# Paired Two-sample T-test (Dependent T-test)

What is a Paired 2-sample T-test?

Let’s analyze this definition from scratch.

• A T-test is a statistical test whose outcomes follow a T-distribution.
• Two-sample means we have 2 sets of samples, and our target is to verify if the means of the 2 distributions that generate these 2 sample sets are equal.
• Paired means these 2 sample sets are not independent of each other, each observation in one sample set must correspond to one and only one observation in the other set.

Thus, in summary, a Paired 2-sample T-test takes as input 2 sample sets that have their observations linked to the other on a 1-to-1 basis, and the test’s outputs follow a T-distribution. This is also abbreviated as the Paired T-test or Dependent T-test.

In contrast to the Paired 2-sample T-test, we also have the Unpaired 2-sample T-test.

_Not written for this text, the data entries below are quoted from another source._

import { existsSync } from 'node:fs';
import { resolve } from 'node:path';
import { drizzle } from 'drizzle-orm/postgres-js';
import { migrate } from 'drizzle-orm/postgres-js/migrator';
import PgBoss from 'pg-boss';
import postgres from 'postgres';
import { ownerConfig } from '$lib/server/config';
import { queueNames } from '$lib/server/jobs/queues';

const lockKey = 7_205_001;

/** Brings the database up to date: roles, migrations, job queues and their grants. Safe to repeat. */
async function main(): Promise<void> {
	const { OVALRY_OWNER_URL: url, OVALRY_APP_PASSWORD, OVALRY_RESEARCH_PASSWORD } = ownerConfig();
	const sql = postgres(url, { max: 1, onnotice: () => {} });
	try {
		await sql`select pg_advisory_lock(${lockKey})`;
		await ensureRole(sql, 'ovalry_app', OVALRY_APP_PASSWORD);
		await ensureRole(sql, 'ovalry_research', OVALRY_RESEARCH_PASSWORD);
		await applyMigrations(url);
		await prepareQueues(url);
		await grantQueues(sql);
		console.log('Database is up to date.');
	} finally {
		await sql.end({ timeout: 3 });
	}
}

async function ensureRole(sql: postgres.Sql, name: string, password?: string): Promise<void> {
	const found = await sql`select 1 from pg_roles where rolname = ${name}`;
	if (found.length === 0) await sql.unsafe(`create role ${name} login`);
	if (!password) return;
	await sql.unsafe(`alter role ${name} with login password '${password.replaceAll("'", "''")}'`);
}

async function applyMigrations(url: string): Promise<void> {
	const client = postgres(url, { max: 1, onnotice: () => {} });
	try {
		await migrate(drizzle(client), { migrationsFolder: findMigrations() });
	} finally {
		await client.end({ timeout: 3 });
	}
}

function findMigrations(): string {
	const folders = [resolve('drizzle'), resolve(import.meta.dirname, '../../drizzle')];
	const folder = folders.find((path) => existsSync(path));
	if (!folder) throw new Error(`The folder drizzle is missing; looked in ${folders.join(', ')}`);
	return folder;
}

async function prepareQueues(url: string): Promise<void> {
	const boss = new PgBoss({ connectionString: url, supervise: false, schedule: false });
	boss.on('error', (error: Error) => console.error(error.message));
	await boss.start();
	for (const name of queueNames) await boss.createQueue(name);
	await boss.stop({ graceful: false, wait: true });
}

async function grantQueues(sql: postgres.Sql): Promise<void> {
	await sql.unsafe(`
		grant usage on schema pgboss to ovalry_app;
		grant select, insert, update, delete on all tables in schema pgboss to ovalry_app;
		grant usage on all sequences in schema pgboss to ovalry_app;
		grant execute on all functions in schema pgboss to ovalry_app;`);
}

main().then(
	() => process.exit(0),
	(error: unknown) => {
		console.error(error instanceof Error ? error.message : error);
		process.exit(1);
	}
);
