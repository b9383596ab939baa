import { parseArgs } from 'node:util';
import { z } from 'zod';
import { createMailPages } from './mailbox/mail-http';
import { createMailTaker } from './mailbox/mail-smtp';
import { openMailStore } from './mailbox/mail-store';

const port = z.coerce.number().int().min(1).max(65535);
const optionsSchema = z.object({ 'smtp-port': port, 'http-port': port, folder: z.string().min(1) });

/** The local mailbox: takes mail on one loopback port and shows it on another. */
async function main(): Promise<void> {
	const { values } = parseArgs({
		options: {
			'smtp-port': { type: 'string' },
			'http-port': { type: 'string' },
			folder: { type: 'string' }
		}
	});
	const options = optionsSchema.parse(values);
	const store = await openMailStore(options.folder);
	const taker = createMailTaker(store);
	const pages = createMailPages(store);
	taker.on('error', (error: Error) => console.error(error.message));
	taker.listen(options['smtp-port'], '127.0.0.1');
	pages.listen(options['http-port'], '127.0.0.1');
	const stop = () => {
		taker.close();
		pages.close();
		pages.closeAllConnections();
		setTimeout(() => process.exit(0), 500).unref();
	};
	for (const signal of ['SIGTERM', 'SIGINT'] as const) process.once(signal, stop);
}

main().catch((error: unknown) => {
	console.error(error instanceof Error ? error.message : error);
	process.exit(1);
});
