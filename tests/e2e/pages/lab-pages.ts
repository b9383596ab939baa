import { readFileSync } from 'node:fs';
import type { Desk } from './desk';

export type LabFacts = {
	steward: { name: string; email: string };
	name: string;
	zone: string;
	address: string;
	phone: string;
};

/** The page behind the link that the terminal prints. */
export async function setUpLab(desk: Desk, link: string, facts: LabFacts): Promise<string> {
	await desk.page.goto(link);
	await desk.fill('Your name', facts.steward.name);
	await desk.fill('Your e-mail address', facts.steward.email);
	await desk.fill('Its name', facts.name);
	await desk.fill('Time zone', facts.zone);
	await desk.fill(/^Address/, facts.address);
	await desk.fill(/^Telephone/, facts.phone);
	await desk.press('Set up the lab and sign me in');
	await desk.page.waitForURL(/\/lab\/[0-9a-f-]{36}$/);
	return desk.path();
}

export async function addRoom(desk: Desk, lab: string, name: string): Promise<void> {
	await desk.open(`${lab}/rigs`);
	await desk.fill('Room', name);
	await desk.fill(/^How to get there/, 'Side door, second floor.');
	await desk.press('Add the room');
	await desk.see(`${name} is added.`);
}

type RigFacts = { name: string; minutes: string; trials: string; limits: string; hours: string };

/** A powered rig with checked limits and weekly hours. */
export async function addRig(desk: Desk, facts: RigFacts): Promise<void> {
	await desk.follow('Add a rig');
	await desk.fill('Name', facts.name);
	await desk.fill(/^Longest visit/, facts.minutes);
	await desk.fill(/^Most trials in a visit/, facts.trials);
	await desk.tick('checkbox', /^Powered/);
	await desk.fill(/^Largest values/, facts.limits);
	await desk.tick('checkbox', /^Qualified staff/);
	await desk.press('Add the rig');
	await desk.see(`${facts.name} is added`);
	await desk.fill('Weekly hours', facts.hours);
	await desk.press('Keep these hours');
	await desk.see('These hours hold from now on.');
}

/** Makes a key pair on the rig's page; gives the private half, which is saved once. */
export async function makeRigKey(desk: Desk): Promise<string> {
	const saving = desk.page.waitForEvent('download');
	await desk.press('Make a key pair here');
	const file = await saving;
	await desk.see('The private half was saved once');
	await desk.press('Keep this public key');
	await desk.see('is in use');
	return readFileSync(await file.path(), 'utf8');
}

/** The public half of the key with which Ovalry signs files, for the rig. */
export async function fetchServerKey(desk: Desk): Promise<string> {
	const saving = desk.page.waitForEvent('download');
	await desk.follow('Fetch Ovalry’s public key');
	return readFileSync(await (await saving).path(), 'utf8');
}

export async function addStaff(desk: Desk, lab: string, member: string, hours: string) {
	await desk.open(`${lab}/staff`);
	await desk.choose('Which member it is', member);
	await desk.fill('Weekly hours', hours);
	await desk.press('Add to the staff');
	await desk.see(`${member} is added.`);
}

export async function closeDays(desk: Desk, lab: string, lines: string): Promise<void> {
	await desk.open(`${lab}/holidays`);
	await desk.fill(/^Days, one line each/, lines);
	await desk.press('Close these days');
	await desk.see(/closed\./);
}

export async function invite(desk: Desk, lab: string, member: { name: string; email: string }) {
	await desk.open(`${lab}/members`);
	await desk.fill('Their name', member.name);
	await desk.fill('Their e-mail address', member.email);
	await desk.press(`Invite ${member.name}`);
	await desk.see(`on its way to ${member.email}`);
}

/** Gives a role on the page Team, which must be open. */
export async function giveRole(desk: Desk, name: string, role: string): Promise<void> {
	await desk.choose('Member', name);
	await desk.tick('radio', new RegExp(`^${role}`));
	await desk.press(`Make ${name} ${role.toLowerCase()}`);
	await desk.see(new RegExp(`${name} is (to be )?${role.toLowerCase()}`));
}
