import { describe, expect, it } from 'vitest';
import {
	computePowerPicture,
	findPeopleNeeded,
	listPowerRows,
	showPower,
	type PowerAssumptions
} from './power-report';

const plan: PowerAssumptions = {
	peoplePerArm: 30,
	effectD: 0.8,
	alpha: 0.05,
	sides: 2,
	peopleLostShare: 0.1,
	effectLostShare: 0.15
};

describe('power rows', () => {
	it('equal the planning table of 30 an arm at d = .8 (SciPy 1.10 nct)', () => {
		const rows = listPowerRows(plan).map(({ name, power, toll }) => [
			name,
			showPower(power),
			toll === null ? null : showPower(toll)
		]);
		expect(rows).toEqual([
			['as planned', '.861', null],
			['10 % of people lost', '.822', '-.039'],
			['15 % of the effect lost', '.736', '-.126'],
			['both', '.689', '-.173'],
			['no effect at all', '.050', null]
		]);
	});

	it('have no power where the losses leave fewer than two people', () => {
		const rows = listPowerRows({ ...plan, peoplePerArm: 2, peopleLostShare: 0.5 });
		expect(rows.map(({ power }) => power === null)).toEqual([false, true, false, true, false]);
	});
});

describe('the power picture', () => {
	it('holds the plan, rises, and reaches past the people needed', () => {
		const { points, tableAt } = computePowerPicture(plan);
		expect(tableAt).toContain(30);
		expect(points.find(({ n }) => n === 30)?.power).toBeCloseTo(0.8614, 4);
		const powers = points.map(({ power }) => power);
		expect(powers).toEqual([...powers].sort((a, b) => a - b));
		expect(points.at(-1)?.n).toBeGreaterThanOrEqual(40);
	});

	it.each([2, 5, 300, 5000])('can be drawn for %d people an arm', (peoplePerArm) => {
		const { points, tableAt } = computePowerPicture({ ...plan, peoplePerArm, effectD: 0.05 });
		expect(points.length).toBeLessThan(70);
		expect(tableAt).toContain(peoplePerArm);
		expect(tableAt.length).toBeLessThan(13);
	});
});

describe('people needed for a power of .80', () => {
	it('are 26 an arm at d = .8, and 39 after both losses', () => {
		expect(findPeopleNeeded(plan)).toEqual({ planned: 26, withLosses: 39 });
	});
});
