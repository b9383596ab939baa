import { randomBytes, createHash } from 'node:crypto';
import { config, ownerConfig } from '$lib/server/config';
import { openDatabase } from '$lib/server/db/client';
import { loadInstance, type InstanceKind } from '$lib/server/instance/load-instance';
import { instance, lab, setupLink } from '$lib/server/db/schema';

/** Marks a database as demo, rehearsal or own at its first start, and prints what to do next. */
const kinds: Record<string, InstanceKind> = {
	'--demo': 'demo',
	'--rehearse': 'rehearsal',
	'--empty': 'own'
};
const kind = kinds[process.argv[2] ?? '--empty'];
if (!kind) throw new Error(`unknown option ${process.argv[2]}; use --demo, --rehearse or --empty`);
const database = openDatabase(ownerConfig().OVALRY_OWNER_URL, { max: 2 });
try {
	const { db } = database;
	if (!(await loadInstance(db))) await db.insert(instance).values({ kind });
	const labs = await db.select({ id: lab.id }).from(lab);
	if (labs.length === 0 && kind !== 'demo') {
		const token = randomBytes(32).toString('base64url');
		const tokenHash = createHash('sha256').update(token).digest();
		await db.insert(setupLink).values({ tokenHash, expiresAt: new Date(Date.now() + 30 * 60_000) });
		console.log(JSON.stringify({ setupLink: `${config().ORIGIN}/setup/${token}` }));
	}
} finally {
	await database.end();
}
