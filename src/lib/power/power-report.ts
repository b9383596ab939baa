import { computePowerCurve } from '$scheduler/power/power-curve';
import { findRequiredN } from '$scheduler/power/required-n';
import {
	computePowerWithLosses,
	computeTwoSampleTPower,
	type Losses,
	type TwoSampleDesign
} from '$scheduler/power/two-sample-t';

/** What the power of the primary comparison follows from. */
export type PowerAssumptions = {
	peoplePerArm: number;
	effectD: number;
	alpha: number;
	sides: 1 | 2;
	peopleLostShare: number;
	effectLostShare: number;
};

export type PowerRow = {
	key: 'planned' | 'people-lost' | 'effect-lost' | 'both' | 'none';
	name: string;
	/** Null when the losses leave fewer than two people in an arm. */
	power: number | null;
	/** Difference from the plan; null for the plan itself and where there is no power. */
	toll: number | null;
};

/** The power wanted by custom, to which plans are compared. */
export const wantedPower = 0.8;

/** Closed-form power as planned, after each loss, after both, and when there is no effect. */
export function listPowerRows(assumptions: PowerAssumptions): PowerRow[] {
	const { peopleLostShare, effectLostShare } = assumptions;
	const design = designOf(assumptions);
	const planned = computeTwoSampleTPower(design);
	const after = (peopleLossShare: number, effectLossShare: number) =>
		powerAfter(design, { peopleLossShare, effectLossShare });
	const row = (key: PowerRow['key'], name: string, power: number | null): PowerRow => ({
		key,
		name,
		power,
		toll: power === null ? null : power - planned
	});
	return [
		{ ...row('planned', 'as planned', planned), toll: null },
		row('people-lost', `${percent(peopleLostShare)} of people lost`, after(peopleLostShare, 0)),
		row('effect-lost', `${percent(effectLostShare)} of the effect lost`, after(0, effectLostShare)),
		row('both', 'both', after(peopleLostShare, effectLostShare)),
		{
			...row('none', 'no effect at all', computeTwoSampleTPower({ ...design, effectSize: 0 })),
			toll: null
		}
	];
}

export type PowerCurvePoints = { n: number; power: number; powerWithLosses: number | null }[];

/** The curve around the plan, and the people per arm that stand in its table. */
export function computePowerPicture(assumptions: PowerAssumptions): {
	points: PowerCurvePoints;
	tableAt: number[];
} {
	const { peoplePerArm, effectD, alpha, sides } = assumptions;
	const required = findRequiredN({ effectSize: effectD, power: wantedPower, alpha, sides });
	const wanted = required.ok ? Math.min(required.n1, 5 * peoplePerArm) : peoplePerArm;
	const last = Math.max(12, Math.ceil((1.5 * Math.max(peoplePerArm, wanted)) / 4) * 4);
	const step = Math.max(1, Math.ceil(last / 60));
	const first = Math.max(2, Math.min(4, peoplePerArm));
	const ns = new Set([peoplePerArm, last]);
	for (let n = first; n <= last; n += step) ns.add(n);
	const sorted = [...ns].sort((a, b) => a - b);
	const points = computePowerCurve({
		effectSize: effectD,
		alpha,
		sides,
		losses: lossesOf(assumptions),
		ns: sorted
	});
	return { points, tableAt: chooseColumns(sorted, peoplePerArm) };
}

/** About eight counts of people, the plan among them. */
function chooseColumns(ns: readonly number[], plan: number): number[] {
	const stride = Math.max(1, Math.ceil(ns.length / 7));
	const chosen = ns.filter((_, index) => index % stride === 0);
	const last = ns.at(-1) ?? plan;
	return [...new Set([...chosen, plan, last])].sort((a, b) => a - b);
}

/** People per arm to enrol for the wanted power, without losses and with them; null beyond reach. */
export function findPeopleNeeded(assumptions: PowerAssumptions): {
	planned: number | null;
	withLosses: number | null;
} {
	const { effectD, alpha, sides } = assumptions;
	const find = (losses?: Losses) => {
		const options = { effectSize: effectD, power: wantedPower, alpha, sides };
		const found = findRequiredN(losses ? { ...options, losses } : options);
		return found.ok ? found.n1 : null;
	};
	return { planned: find(), withLosses: find(lossesOf(assumptions)) };
}

export function designOf({
	effectD,
	peoplePerArm,
	alpha,
	sides
}: PowerAssumptions): TwoSampleDesign {
	return { effectSize: effectD, n1: peoplePerArm, n2: peoplePerArm, alpha, sides };
}

export function lossesOf({ peopleLostShare, effectLostShare }: PowerAssumptions): Losses {
	return { peopleLossShare: peopleLostShare, effectLossShare: effectLostShare };
}

function powerAfter(design: TwoSampleDesign, losses: Losses): number | null {
	const left = Math.min(design.n1, design.n2) * (1 - losses.peopleLossShare);
	return left < 2 ? null : computePowerWithLosses(design, losses);
}

/** 0.15 as '15 %'. */
export function percent(share: number): string {
	return `${Math.round(share * 1000) / 10} %`;
}

/** 0.8614 as '.861', to as many digits as asked for. */
export function showPower(power: number | null, digits = 3): string {
	if (power === null) return '–';
	return power.toFixed(digits).replace(/^(-?)0\./, '$1.');
}
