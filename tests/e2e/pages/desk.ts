import { expect } from 'vitest';
import { findAxeFaults } from '../../support/axe';
import type { AppServer } from '../../support/app-server';
import type { Screen, ScreenOptions, TestBrowser } from '../../support/browser';
import { linkIn } from '../../support/mailbox';
import { keepScreenshot } from '../../support/screenshot';
import { createHands, type HandsKind } from './hands';

/** One person at their own browser, and what a person can do with a page: look, type, press. */
export type Desk = ReturnType<typeof createDesk>;

type Words = string | RegExp;

export function createDesk(screen: Screen, app: AppServer, kind: HandsKind = 'pointer') {
	const { page } = screen;
	const hands = createHands(kind);
	// Somebody listens from the start: the browser then always hands its choosers over.
	if (kind === 'keyboard') page.on('filechooser', () => undefined);
	const button = (name: Words) => page.getByRole('button', { name });
	const link = (name: Words) => page.getByRole('link', { name });
	const controls = page.locator('input, textarea, select');
	const field = (label: Words) =>
		page.getByLabel(label, { exact: typeof label === 'string' }).and(controls);
	return {
		screen,
		page,
		app,
		hands,
		/** Types an address of the application, as somebody does who keeps it as a bookmark. */
		open: (path: string) => page.goto(new URL(path, app.origin).href),
		path: () => new URL(page.url()).pathname,
		button,
		link,
		field,
		press: (name: Words) => hands.press(button(name)),
		follow: (name: Words) => hands.press(link(name).first()),
		fill: (label: Words, text: string) => hands.write(field(label), text),
		choose: (label: Words, option: string) => hands.pick(field(label), option),
		tick: (role: 'checkbox' | 'radio', name: Words) => hands.tick(page.getByRole(role, { name })),
		/** Waits until the words can be read. */
		see: (words: Words) => page.getByText(words).filter({ visible: true }).first().waitFor(),
		/** How often the words can be read now. */
		count: (words: Words) => page.getByText(words).filter({ visible: true }).count(),
		/** Opens a section of the study by the masthead. */
		async section(name: string) {
			const way = page.getByRole('navigation').getByRole('link', { name, exact: true });
			await hands.press(way.first());
			await page.waitForURL((url) => url.pathname.includes(name.toLowerCase()));
		},
		keep: (name: string) =>
			keepScreenshot(page, `${kind === 'pointer' ? 'journey' : 'keyboard'}-${name}`),
		expectNoAxeFaults: async () => expect(await findAxeFaults(page)).toEqual([]),
		expectNoComplaints: () => expect(screen.complaints).toEqual([])
	};
}

export async function sitDown(
	browser: TestBrowser,
	app: AppServer,
	{ hands, ...options }: ScreenOptions & { hands?: HandsKind } = {}
): Promise<Desk> {
	return createDesk(await browser.openScreen(options), app, hands);
}

/** Opens the newest sign-in link in the mailbox and presses its one button. */
export async function signInByMail(desk: Desk, email: string): Promise<void> {
	const mail = await desk.app.mailbox.waitFor(email, ({ text }) =>
		text.includes('/signin/confirm')
	);
	await desk.page.goto(linkIn(mail, /confirm/));
	await desk.press('Sign in');
	await desk.see(/Good to see you/);
}
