import { readFileSync } from 'node:fs';
import type { Desk } from './desk';

export type TrialFile = { name: string; text: string };

/** Chooses a file on the page Trials in and has it read; nothing is stored yet. */
export async function readTrials(desk: Desk, file: TrialFile): Promise<void> {
	await desk.section('Visits');
	await desk.follow('Upload trials');
	await desk.hands.give(desk.page.getByLabel('Trial file'), {
		name: file.name,
		mimeType: 'text/csv',
		buffer: Buffer.from(file.text)
	});
	await desk.see(new RegExp(`${file.name.replace('.', '\\.')}: \\d+ rows`));
}

export async function storeTrials(desk: Desk, count: number): Promise<void> {
	await desk.press(`Store ${count} trials`);
}

/** Fetches the file of a ready block from the board. */
export async function fetchBlock(desk: Desk, code: string, visit: number) {
	const saving = desk.page.waitForEvent('download');
	await desk.follow(`fetch its file of ${code}, visit ${visit}, block 1`);
	const file = await saving;
	return { name: file.suggestedFilename(), text: readFileSync(await file.path(), 'utf8') };
}
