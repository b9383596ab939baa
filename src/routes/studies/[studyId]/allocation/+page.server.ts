import { setError, superValidate } from 'sveltekit-superforms';
import { zod4 } from 'sveltekit-superforms/adapters';
import { listBlockSizes, sealInputSchema, suggestBlockSizes } from '$lib/allocation/seal-input';
import { requirePermission } from '$lib/server/access/require-permission';
import { loadAllocation } from '$lib/server/allocation/load-allocation';
import { sealVersion } from '$lib/server/allocation/seal-version';
import { config } from '$lib/server/config';
import { loadProgress } from '$lib/server/studies/load-progress';
import { loadStudyZone } from '$lib/server/studies/load-study-zone';
import { formatWithZone } from '$lib/time/format-instant';
import type { Actions, PageServerLoad } from './$types';

export const load: PageServerLoad = async ({ locals, params }) => {
	const grant = await requirePermission(locals, 'allocation:read', params);
	const { db, clock } = locals;
	const versions = await loadAllocation(db, grant);
	const zone = await loadStudyZone(db, grant.studyId);
	const [newest] = versions;
	const armCount = newest?.arms.length ?? 0;
	const start = { protocolHash: newest?.hash ?? '', blockSizes: suggestBlockSizes(armCount) };
	return {
		versions: versions.map((version) => ({
			...version,
			seal: version.seal && {
				...version.seal,
				sealedAt: formatWithZone(version.seal.sealedAtMs, zone)
			}
		})),
		progress: await loadProgress(db, clock, grant),
		form:
			newest && !newest.seal
				? await superValidate(start, zod4(sealInputSchema), { errors: false })
				: null,
		possibleSizes: listBlockSizes(armCount)
	};
};

export const actions: Actions = {
	default: async ({ locals, params, request }) => {
		const grant = await requirePermission(locals, 'allocation:seal', params);
		const form = await superValidate(request, zod4(sealInputSchema));
		if (!form.valid) return { form };
		const services = { clock: locals.clock, settings: config() };
		const sealed = await sealVersion(locals.db, services, grant, form.data);
		if (sealed.ok) return { form };
		const words = {
			'unknown-version': 'This study has no version with that hash any more.',
			'already-sealed': 'This version is sealed already.',
			'sizes-do-not-fit': 'Each size must be a multiple of the number of arms.'
		};
		return setError(form, 'blockSizes._errors', words[sealed.reason]);
	}
};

Notice that the result taken from the Paired Test is more significant than from the Unpaired Test given the same samples (because the 1-to-1 relationship gives additional information), it is recommended to take the Paired Test if possible (i.e. if the conditions for a Paired Test hold).

Assumptions

The Paired 2-sample T-test is a parametric test, thus it requires some assumptions to be true (or at least approximately true):

• The observations must be measured in numerical values (i.e. continuous, interval or ratio). For categorical variables, we should use another test, for example, the Chi-squared test.
• The distribution that generates the differences between paired values must be a Normal distribution. This normality can be roughly verified by examining the differences using, for instance, QQ-plot, Shapiro-Wilk or Anderson Darling test. For non-normal data, we can either try to transform it to normal or use a non-parametric test, e.g. Mann Whitney Test and Wilcoxon Signed Rank Test. Note that we do NOT need each set to follow Normal distribution, but rather the differences must (approximately) normally distributed.
• Each observation must be independent of the others in the same sample set. Dependencies between observations in the same set may affect the objectivity of the test, which makes the test result unreliable. This assumption is almost always attached to all, including both parametric and non-parametric tests.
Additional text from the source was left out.